Herbicide safener-binding protein of maize: purification, cloning, and expression of an encoding cDNA
- Source:
- Plant physiology 1998 v.116 no.3 pp. 1083-1089
- ISSN:
- 0032-0889
- Subject:
- seedlings, herbicide safeners, dichloroacetic acid, isoelectric point, genes, etiolation, alachlor, coleoptiles, Hordeum vulgare, binding proteins, gene expression, thiocarbamate herbicides, Triticum aestivum, Nicotiana tabacum, metolachlor, molecular weight, protein composition, leaves, Arabidopsis thaliana, Zea mays, complementary DNA, genetic code, amino acid sequences, enzyme activity, Avena sativa, Sorghum bicolor, transferases
- Abstract:
- Dichloroacetamide safeners protect maize (Zea mays L.) against injury from chloroacetanilide and thiocarbamate herbicides.
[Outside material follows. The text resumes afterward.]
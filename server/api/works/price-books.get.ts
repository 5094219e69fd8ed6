import { listPriceBooks } from '../../services/price-books/list'

export default defineRoute({ access: ['admin'] }, ({ context }) => listPriceBooks(context))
Etiolated maize seedlings have a high-affinity cytosolic-binding site for the safener [3H](R,S)-3-dichloroacetyl-2,2,5-trimethyl-1, 3-oxazolidine ([3H]Saf), and this safener-binding activity (SafBA) is competitively inhibited by the herbicides. The safener-binding protein (SafBP), purified to homogeneity, has a relative molecular weight of 39,000, as shown by sodium dodecyl sulfate-polyacrylamide gel electrophoresis, and an isoelectric point of 5.5. Antiserum raised against purified SafBP specifically recognizes a 39-kD protein in etiolated maize and sorghum (Sorghum bicolor L.), which have SafBA, but not in etiolated wheat (Triticum aestivum L.), oat (Avena sativa L.), barley (Hordeum vulgare L.), tobacco (Nicotiana tabacum L.), or Arabidopsis, which lack SafBA. SafBP is most abundant in the coleoptile and scarcest in the leaves, consistent with the distribution of SafBA. SBP1, a cDNA encoding SafBP, was cloned using polymerase chain reaction primers based on purified proteolytic peptides. Extracts of Escherichia coli cells expressing SBP1 have strong [3H]Saf binding, which, like binding to the native maize protein, is competitively inhibited by the safener dichlormid and the herbicides S-ethyl dipropylthiocarbamate, alachlor, and metolachlor. SBP1 is predicted to encode a phenolic O-methyltransferase, but SafBP does not O-methylate catechol or caffeic acid. The acquisition of its encoding gene opens experimental approaches for the evaluation of the role of SafBP in response to the relevant safeners and herbicides.